What I want to get is the average score that a particular judge gave to each diver by country.
The Data: To illustrate what I am saying:
Event Round Diver Country Rank DiveNo Difficulty JScore Judge JCountry
1 M3mSB Final XIONG Ni CHN 1 1 3.1 8.0 RUIZ-PEDREGUERA Rolando CUB
2 M3mSB Final XIONG Ni CHN 1 1 3.1 9.0 GEAR Dennis NZL
3 M3mSB Final XIONG Ni CHN 1 1 3.1 8.5 BOYS Beverley CAN
4 M3mSB Final XIONG Ni CHN 1 1 3.1 8.5 JOHNSON Bente NOR
5 M3mSB Final XIONG Ni CHN 1 1 3.1 8.5 BOUSSARD Michel FRA
6 M3mSB Final XIONG Ni CHN 1 1 3.1 8.5 CALDERON Felix PUR
What I tried: which seems to work:
countries <- unique(x$Country[x$Judge==thisjudge])
AvgByCountry <- vector(mode = "numeric", length =length(countries))
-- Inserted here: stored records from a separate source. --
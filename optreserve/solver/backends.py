"""Two thin emitters of one LinearProgram to HiGHS: in bulk through highspy, or as a Pyomo
model solved through Pyomo's HiGHS interface. Both return the same Outcome."""

from __future__ import annotations

import os
import sys
import tempfile
import time
from dataclasses import dataclass, field

import numpy as np

from optreserve import interrupt, progress
from optreserve.model.program import LinearProgram

# "auto" loads HiGHS in bulk at every size: both emitters hand HiGHS the same program
# (tests/test_solve_reference.py checks they reach the same optimum), and on small cases
# importing Pyomo alone (about 0.9 s, most of it scipy.stats) cost more than the whole demo
# solve (docs/performance.md, "Snapshot latency"). Pyomo stays available with engine="pyomo".
# HiGHS runs single-threaded: measured on these models (docs/performance.md) its parallel
# search gains nothing while its helper thread takes a second core; studies run points in
# parallel instead (sweep.py). OPTRESERVE_HIGHS_THREADS overrides (0 lets HiGHS choose).
HIGHS_THREADS = int(os.environ.get("OPTRESERVE_HIGHS_THREADS", "1"))


@dataclass
class Outcome:
    status: str  # optimal | time_limit | infeasible | unbounded | no_solution | error
    x: np.ndarray | None
    objective: float | None
    mip_gap: float | None
    solve_time_s: float  # HiGHS's own run time
    engine: str
    solver_version: str
    row_dual: np.ndarray | None = None
    message: str = ""
    emit_time_s: float = 0.0  # handing the model to HiGHS (bulk load or Pyomo build)
    warnings: list = field(default_factory=list)  # HiGHS's own warnings, passed on


def highs_version() -> str:
    import highspy

    h = highspy.Highs()
    try:
        return h.version()
    except Exception:  # pragma: no cover - very old highspy
        return "unknown"


def new_highs():
    """A highspy.Highs without its start-up banner on stdout (tables and --json own stdout)."""
    import highspy

    sys.stdout.flush()
    saved = os.dup(1)
    try:
        with open(os.devnull, "w") as null:
            os.dup2(null.fileno(), 1)
            h = highspy.Highs()
    finally:
        os.dup2(saved, 1)
        os.close(saved)
    return h


# HiGHS's root reduced-cost heuristic spent about half of the demo MILP's time in sub-MIPs
# without improving the incumbent; off, the same optimum is found in about half the CPU time
# (demo) and 8 % less on a 300-unit day (docs/performance.md, "HiGHS options").
HIGHS_MIP_OPTIONS = {"mip_heuristic_run_root_reduced_cost": False}


def _options(h, time_limit, mip_gap, verbose, log_file=None):
    # the log always goes to a file so that HiGHS's warnings can be passed on to the user;
    # it reaches the console only with --verbose
    h.setOptionValue("output_flag", True)
    h.setOptionValue("log_to_console", bool(verbose))
    if log_file is not None:
        h.setOptionValue("log_file", str(log_file))
    h.setOptionValue("random_seed", 0)
    h.setOptionValue("threads", HIGHS_THREADS)
    if time_limit is not None:
        h.setOptionValue("time_limit", float(time_limit))
    if mip_gap is not None:
        h.setOptionValue("mip_rel_gap", float(mip_gap))
    for k, v in HIGHS_MIP_OPTIONS.items():
        h.setOptionValue(k, v)


def solve_highs(lp: LinearProgram, time_limit=None, mip_gap=None, verbose=False,
                want_duals=False, start: np.ndarray | None = None, on_highs=None) -> Outcome:
    """Load the whole matrix into highspy with one passModel call and solve. on_highs: called
    with the Highs object before it runs (so that another thread can stop it)."""
    t0 = time.perf_counter()
    h = new_highs()
    if on_highs is not None:
        on_highs(h)
    log = _new_log()
    try:
        return _solve_highs(h, lp, log, t0, time_limit, mip_gap, verbose, want_duals, start)
    finally:
        with interrupt.deferred():  # the log goes whatever happens (Ctrl-C, SIGTERM, errors)
            _remove(log.name)


def _solve_highs(h, lp, log, t0, time_limit, mip_gap, verbose, want_duals, start) -> Outcome:
    import highspy

    _options(h, time_limit, mip_gap, verbose, log.name)
    progress.step("HiGHS: loading the model", log.name)
    A = lp.A.tocsc()
    integrality = lp.integer.astype(np.int32)
    # the array overload copies numpy buffers straight into HiGHS (format 1 = column-wise,
    # sense 1 = minimise)
    args = [int(lp.n_cols), int(lp.n_rows), int(A.nnz), 1, 1, float(lp.objective_offset),
            np.ascontiguousarray(lp.cost), np.ascontiguousarray(lp.col_lo),
            np.ascontiguousarray(lp.col_hi), np.ascontiguousarray(lp.row_lo),
            np.ascontiguousarray(lp.row_hi), A.indptr.astype(np.int32),
            A.indices.astype(np.int32), np.ascontiguousarray(A.data, dtype=float), integrality]
    h.passModel(*args)
    if isinstance(start, tuple) and lp.is_mip:  # a partial start: HiGHS completes the rest
        idx, val = start
        h.setSolution(len(idx), np.asarray(idx, np.int32), np.asarray(val, float))
    elif start is not None and lp.is_mip and len(start) == lp.n_cols:
        # a previous allocation (e.g. the last dead-band pass) as a first incumbent
        sol = highspy.HighsSolution()
        sol.col_value = np.clip(start, lp.col_lo, lp.col_hi).tolist()
        sol.value_valid = True
        h.setSolution(sol)
    emit = time.perf_counter() - t0
    progress.step("HiGHS: solving" + (" (mixed-integer)" if lp.is_mip else ""), log.name)
    run_interruptible(h)
    out = _outcome_from_highs(h, lp, "highspy", want_duals)
    warnings = solver_warnings(log.name)
    if start is not None:  # HiGHS checks a warm start and reports why it was not feasible
        warnings = [w for w in warnings if not any(
            k in w for k in ("nfeasib", "Assessing feasibility", "Solution has"))]
    out.emit_time_s = emit
    out.warnings = warnings
    return out


LOG_PREFIX = "optreserve-highs-"
_stale_logs_checked = False


def _new_log():
    """A temporary HiGHS log named after this process, so that one left by a killed run
    (SIGKILL) can be told apart and is removed by the next solve on this machine."""
    global _stale_logs_checked
    if not _stale_logs_checked:
        _stale_logs_checked = True
        _remove_stale_logs()
    log = tempfile.NamedTemporaryFile(prefix=f"{LOG_PREFIX}{os.getpid()}-", suffix=".log",
                                      delete=False)
    log.close()
    return log


def _remove(path: str) -> None:
    try:
        os.unlink(path)
    except FileNotFoundError:
        pass


def _remove_stale_logs() -> None:
    import glob

    for path in glob.glob(os.path.join(tempfile.gettempdir(), f"{LOG_PREFIX}*-*.log")):
        pid = os.path.basename(path)[len(LOG_PREFIX):].split("-", 1)[0]
        if not pid.isdigit() or int(pid) == os.getpid():
            continue
        try:
            os.kill(int(pid), 0)
        except ProcessLookupError:  # its run is gone
            try:
                os.unlink(path)
            except OSError:
                pass
        except OSError:
            pass


def run_interruptible(h) -> None:
    """h.run() with highspy's user-interrupt callbacks on: a signal meanwhile asks HiGHS to
    stop (model status kInterrupt) and is raised as Interrupted once run() has returned."""
    h.HandleUserInterrupt = True
    with interrupt.deferred(cancel=h.cancelSolve):
        h.run()


def _interruptible_pyomo(base):
    """Pyomo's HiGHS interface whose run can be interrupted the same way (Pyomo switches on
    highspy's user-interrupt callbacks itself; cancelSolve makes them stop HiGHS)."""

    import logging

    class InterruptibleHighs(base):
        def _solve(self):
            # Pyomo warns of the kInterrupt status it has no name for; we report it ourselves
            quiet = logging.getLogger(base.__module__)
            drop = _DropInterruptWarning()
            quiet.addFilter(drop)
            try:
                with interrupt.deferred(cancel=self._solver_model.cancelSolve):
                    return super()._solve()
            finally:
                quiet.removeFilter(drop)

    return InterruptibleHighs


class _DropInterruptWarning:
    def filter(self, record) -> bool:
        return "kInterrupt" not in record.getMessage()


def solver_warnings(path) -> list[str]:
    """HiGHS's own WARNING lines from its log (numerical trouble, scaling, bounds)."""
    try:
        text = open(path, encoding="utf-8", errors="replace").read()
    except OSError:
        return []
    seen = []
    for ln in text.splitlines():
        if "WARNING" in ln.upper() and ln.strip() not in seen:
            seen.append(ln.strip())
    return seen[:20]


def _outcome_from_highs(h, lp, engine, want_duals) -> Outcome:
    import highspy

    ms = h.getModelStatus()
    info = h.getInfo()
    run_time = float(h.getRunTime())
    version = h.version()
    has_sol = info.primal_solution_status == 2  # kSolutionStatusFeasible
    S = highspy.HighsModelStatus
    if ms == S.kOptimal:
        status = "optimal"
    elif ms == S.kInterrupt:  # stopped on request (Ctrl-C, SIGTERM): never a time limit
        status = "interrupted"
    elif ms in (S.kTimeLimit, S.kIterationLimit, S.kSolutionLimit):
        status = "time_limit" if has_sol else "no_solution"
    elif ms == S.kInfeasible:
        status = "infeasible"
    elif ms in (S.kUnbounded, S.kUnboundedOrInfeasible):
        status = "infeasible" if ms == S.kUnboundedOrInfeasible else "unbounded"
    else:
        status = "error"
    x = obj = gap = dual = None
    if status in ("optimal", "time_limit") and has_sol:
        sol = h.getSolution()
        x = np.asarray(sol.col_value, float)
        obj = float(info.objective_function_value)
        if lp.is_mip:
            gap = float(info.mip_gap)
            if not np.isfinite(gap):
                gap = None
        else:
            gap = 0.0
        if want_duals and not lp.is_mip and sol.dual_valid:
            dual = np.asarray(sol.row_dual, float)
    return Outcome(status, x, obj, gap, run_time, engine, version, dual,
                   h.modelStatusToString(ms))


def solve_pyomo(lp: LinearProgram, time_limit=None, mip_gap=None, verbose=False,
                want_duals=False) -> Outcome:
    """Build a Pyomo model from the same blocks (one LinearExpression per row) and solve it
    through Pyomo's HiGHS interface (in-process, on highspy)."""
    from pyomo.contrib.solver.solvers.highs import Highs

    t0 = time.perf_counter()
    progress.step("building the Pyomo model")
    m = to_pyomo(lp)
    emit = time.perf_counter() - t0
    opt = _interruptible_pyomo(Highs)()
    kwargs = {"tee": bool(verbose), "load_solutions": False,
              "raise_exception_on_nonoptimal_result": False}
    if time_limit is not None:
        kwargs["time_limit"] = float(time_limit)
    if mip_gap is not None:
        kwargs["rel_gap"] = float(mip_gap)
    log = _new_log()
    kwargs["solver_options"] = {"log_file": log.name, "random_seed": 0,
                                "threads": HIGHS_THREADS, **HIGHS_MIP_OPTIONS}
    progress.step("HiGHS via Pyomo: solving" + (" (mixed-integer)" if lp.is_mip else ""),
                  log.name)
    t1 = time.perf_counter()
    try:
        res = opt.solve(m, **kwargs)
        warnings = solver_warnings(log.name)
    finally:
        with interrupt.deferred():  # the log goes whatever happens (Ctrl-C, SIGTERM, errors)
            _remove(log.name)
    h = opt._solver_model  # the highspy object Pyomo drove
    out = _outcome_from_highs(h, lp, "pyomo", want_duals=False)
    # Pyomo's hand-over to HiGHS counts as building; HiGHS's own run time as solving
    emit += max(0.0, time.perf_counter() - t1 - out.solve_time_s)
    if out.x is not None:
        res.solution_loader.load_vars()
        out.x = np.array([m.x[j].value if m.x[j].value is not None else 0.0
                          for j in range(lp.n_cols)])
        if want_duals and not lp.is_mip:
            duals = res.solution_loader.get_duals()
            out.row_dual = np.array([duals.get(m.rows[i], 0.0) for i in range(lp.n_rows)])
    out.emit_time_s = emit
    out.warnings = warnings
    return out


def to_pyomo(lp: LinearProgram):
    """A Pyomo ConcreteModel with x[j] columns and rows[i] constraints of the program."""
    import pyomo.environ as pyo
    from pyomo.core.expr.numeric_expr import LinearExpression

    m = pyo.ConcreteModel()
    lo, hi, integer = lp.col_lo, lp.col_hi, lp.integer
    m.x = pyo.Var(range(lp.n_cols), within=pyo.Reals)
    for j in range(lp.n_cols):
        v = m.x[j]
        v.setlb(None if lo[j] == -np.inf else float(lo[j]))
        v.setub(None if hi[j] == np.inf else float(hi[j]))
        if integer[j]:
            v.domain = pyo.Integers
    A = lp.A
    xs = [m.x[j] for j in range(lp.n_cols)]
    rlo, rhi = lp.row_lo, lp.row_hi

    def row_rule(model, i):
        a, b = A.indptr[i], A.indptr[i + 1]
        expr = LinearExpression(constant=0.0, linear_coefs=A.data[a:b].tolist(),
                                linear_vars=[xs[j] for j in A.indices[a:b]])
        lo_i = None if rlo[i] == -np.inf else float(rlo[i])
        hi_i = None if rhi[i] == np.inf else float(rhi[i])
        if lo_i is None and hi_i is None:
            return pyo.Constraint.Skip
        return (lo_i, expr, hi_i)

    m.rows = pyo.Constraint(range(lp.n_rows), rule=row_rule)
    c = lp.cost
    nz = np.nonzero(c)[0]
    m.obj = pyo.Objective(expr=LinearExpression(
        constant=float(lp.objective_offset), linear_coefs=c[nz].tolist(),
        linear_vars=[xs[j] for j in nz]), sense=pyo.minimize)
    return m


def solve_program(lp: LinearProgram, engine="auto", start=None, **kw) -> Outcome:
    if engine in ("auto", "highspy"):
        return solve_highs(lp, start=start, **kw)
    if engine == "pyomo":
        return solve_pyomo(lp, **kw)
    raise ValueError(f"unknown engine {engine!r} (auto, highspy or pyomo)")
for(i in 1:length(countries)){
AvgByCountry[i] <- mean(x$JScore[x$Country[x$Judge==thisjudge]==countries[i]])
}
names(AvgByCountry) <- countries
AvgByCountry
The Question: I understand it may not be the best loop, but is there a better way to do this? I tried sub-setting, and a few other things, but none of which gave me what I wanted.
Upvotes: 0
Views: 74
Reputation: 2313
Using data.tabe
:
library(data.table)
set.seed(100)
DT <- data.table(X = rnorm(20), "Country" = sample(c("US","UK"), 10, TRUE))
X Country
1: -0.50219235 US
2: 0.13153117 UK
3: -0.07891709 UK
4: 0.88678481 UK
5: 0.11697127 UK
6: 0.31863009 US
7: -0.58179068 UK
8: 0.71453271 UK
9: -0.82525943 US
10: -0.35986213 US
11: 0.08988614 US
12: 0.09627446 UK
13: -0.20163395 UK
14: 0.73984050 UK
15: 0.12337950 UK
16: -0.02931671 US
17: -0.38885425 UK
18: 0.51085626 UK
19: -0.91381419 US
20: 2.31029682 US
DT[, Mean:=mean(X), by= 'Country']
X Country Mean
1: -0.50219235 US 0.01104603
2: 0.13153117 UK 0.17241456
3: -0.07891709 UK 0.17241456
4: 0.88678481 UK 0.17241456
5: 0.11697127 UK 0.17241456
6: 0.31863009 US 0.01104603
7: -0.58179068 UK 0.17241456
8: 0.71453271 UK 0.17241456
9: -0.82525943 US 0.01104603
10: -0.35986213 US 0.01104603
11: 0.08988614 US 0.01104603
12: 0.09627446 UK 0.17241456
13: -0.20163395 UK 0.17241456
14: 0.73984050 UK 0.17241456
15: 0.12337950 UK 0.17241456
16: -0.02931671 US 0.01104603
17: -0.38885425 UK 0.17241456
18: 0.51085626 UK 0.17241456
19: -0.91381419 US 0.01104603
20: 2.31029682 US 0.01104603
Or as warmoverflow suggested using aggregate
aggregate(X ~ Country, data = DT, mean)
Country X
1 UK 0.17241456
2 US 0.01104603
EDIT as Update to Comment:
library(data.table)
set.seed(100)
DT <- data.table(X = rnorm(20), "Country" = sample(c("US","UK"), 10, TRUE), "Judge" = sample(c("James","Nick"), 10, TRUE)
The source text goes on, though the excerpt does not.